[[ DATA FOR PROCESSING open ]]
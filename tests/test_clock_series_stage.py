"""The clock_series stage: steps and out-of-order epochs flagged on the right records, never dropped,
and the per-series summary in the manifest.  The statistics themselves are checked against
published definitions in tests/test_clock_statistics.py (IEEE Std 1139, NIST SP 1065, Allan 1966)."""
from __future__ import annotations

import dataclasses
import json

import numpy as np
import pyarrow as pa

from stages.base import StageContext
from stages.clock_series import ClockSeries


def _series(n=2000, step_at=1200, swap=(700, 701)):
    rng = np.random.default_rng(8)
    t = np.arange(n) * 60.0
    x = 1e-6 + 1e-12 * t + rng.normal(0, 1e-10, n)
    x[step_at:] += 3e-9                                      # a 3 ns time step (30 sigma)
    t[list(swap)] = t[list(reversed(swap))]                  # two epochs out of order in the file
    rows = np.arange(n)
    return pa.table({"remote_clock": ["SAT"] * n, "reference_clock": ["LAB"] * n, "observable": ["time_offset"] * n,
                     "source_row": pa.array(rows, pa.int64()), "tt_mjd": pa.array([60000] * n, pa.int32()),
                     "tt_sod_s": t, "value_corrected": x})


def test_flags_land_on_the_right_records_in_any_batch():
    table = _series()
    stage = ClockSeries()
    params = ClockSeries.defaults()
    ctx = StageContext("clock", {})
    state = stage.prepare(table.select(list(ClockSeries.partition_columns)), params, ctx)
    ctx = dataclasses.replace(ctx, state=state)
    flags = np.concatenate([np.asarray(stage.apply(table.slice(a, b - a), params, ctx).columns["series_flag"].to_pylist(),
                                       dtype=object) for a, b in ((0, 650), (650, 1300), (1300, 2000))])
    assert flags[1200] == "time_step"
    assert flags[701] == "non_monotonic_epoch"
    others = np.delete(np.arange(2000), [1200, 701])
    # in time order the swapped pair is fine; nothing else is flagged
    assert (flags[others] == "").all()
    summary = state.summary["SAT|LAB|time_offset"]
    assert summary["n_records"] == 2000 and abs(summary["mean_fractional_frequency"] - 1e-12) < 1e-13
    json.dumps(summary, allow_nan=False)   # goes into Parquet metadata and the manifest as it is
[[ DATA FOR PROCESSING closed ]]
[[ DATA FOR PROCESSING open ]]
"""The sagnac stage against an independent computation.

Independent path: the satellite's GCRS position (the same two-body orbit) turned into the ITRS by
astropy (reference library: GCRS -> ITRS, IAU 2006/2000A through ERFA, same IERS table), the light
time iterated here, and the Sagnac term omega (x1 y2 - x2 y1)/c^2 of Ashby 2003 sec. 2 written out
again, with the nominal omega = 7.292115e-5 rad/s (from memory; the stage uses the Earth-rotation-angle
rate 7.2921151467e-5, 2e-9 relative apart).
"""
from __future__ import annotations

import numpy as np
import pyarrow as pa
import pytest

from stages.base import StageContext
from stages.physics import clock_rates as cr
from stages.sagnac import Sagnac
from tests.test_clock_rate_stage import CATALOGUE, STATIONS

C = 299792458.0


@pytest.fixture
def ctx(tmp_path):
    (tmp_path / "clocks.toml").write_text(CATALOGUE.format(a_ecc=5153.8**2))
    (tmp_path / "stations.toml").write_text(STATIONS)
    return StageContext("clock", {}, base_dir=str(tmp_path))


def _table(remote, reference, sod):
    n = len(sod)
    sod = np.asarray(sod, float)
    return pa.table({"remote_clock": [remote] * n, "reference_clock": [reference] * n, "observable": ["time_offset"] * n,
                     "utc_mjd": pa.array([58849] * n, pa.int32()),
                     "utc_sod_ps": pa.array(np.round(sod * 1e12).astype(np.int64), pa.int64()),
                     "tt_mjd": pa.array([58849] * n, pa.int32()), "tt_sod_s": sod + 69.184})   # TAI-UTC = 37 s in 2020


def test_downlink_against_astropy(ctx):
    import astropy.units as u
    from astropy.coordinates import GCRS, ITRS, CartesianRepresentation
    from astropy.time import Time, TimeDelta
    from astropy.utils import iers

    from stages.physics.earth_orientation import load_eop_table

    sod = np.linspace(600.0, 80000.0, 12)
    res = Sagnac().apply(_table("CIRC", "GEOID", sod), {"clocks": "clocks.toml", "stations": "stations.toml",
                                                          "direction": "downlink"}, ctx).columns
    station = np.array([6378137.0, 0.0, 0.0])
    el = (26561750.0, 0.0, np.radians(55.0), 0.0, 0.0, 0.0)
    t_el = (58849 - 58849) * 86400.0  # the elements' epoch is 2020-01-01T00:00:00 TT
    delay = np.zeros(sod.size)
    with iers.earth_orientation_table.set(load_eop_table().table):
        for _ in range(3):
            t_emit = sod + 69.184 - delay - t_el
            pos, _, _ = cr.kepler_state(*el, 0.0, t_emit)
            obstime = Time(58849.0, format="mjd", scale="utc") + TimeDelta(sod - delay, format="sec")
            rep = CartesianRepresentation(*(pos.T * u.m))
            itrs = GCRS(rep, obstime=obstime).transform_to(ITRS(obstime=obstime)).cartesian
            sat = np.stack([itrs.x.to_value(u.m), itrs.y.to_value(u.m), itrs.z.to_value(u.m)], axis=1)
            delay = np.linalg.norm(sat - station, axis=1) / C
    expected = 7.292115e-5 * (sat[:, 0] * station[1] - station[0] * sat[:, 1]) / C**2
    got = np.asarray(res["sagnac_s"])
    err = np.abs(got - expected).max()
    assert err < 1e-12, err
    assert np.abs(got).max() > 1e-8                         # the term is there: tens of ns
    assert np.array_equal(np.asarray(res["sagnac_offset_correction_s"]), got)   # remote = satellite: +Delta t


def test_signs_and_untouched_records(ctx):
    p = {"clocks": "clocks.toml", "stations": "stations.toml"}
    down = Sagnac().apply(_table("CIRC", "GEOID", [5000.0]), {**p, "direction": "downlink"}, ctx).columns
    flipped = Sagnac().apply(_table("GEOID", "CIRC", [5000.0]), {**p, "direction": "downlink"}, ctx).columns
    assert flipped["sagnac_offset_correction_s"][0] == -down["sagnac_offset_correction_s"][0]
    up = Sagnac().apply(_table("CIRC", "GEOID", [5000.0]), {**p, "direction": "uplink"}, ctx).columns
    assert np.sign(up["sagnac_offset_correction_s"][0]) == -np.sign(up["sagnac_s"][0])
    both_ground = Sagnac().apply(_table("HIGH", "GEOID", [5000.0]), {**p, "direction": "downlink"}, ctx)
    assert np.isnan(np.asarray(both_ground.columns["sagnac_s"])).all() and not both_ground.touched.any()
[[ DATA FOR PROCESSING closed ]]
§ **WHAT THE TASK REQUIRES**: Look through the listing and return each line containing the word "params".

§ **SOLUTION TO THE PROBLEM**:
    params = ClockSeries.defaults()
    state = stage.prepare(table.select(list(ClockSeries.partition_columns)), params, ctx)
    flags = np.concatenate([np.asarray(stage.apply(table.slice(a, b - a), params, ctx).columns["series_flag"].to_pylist(),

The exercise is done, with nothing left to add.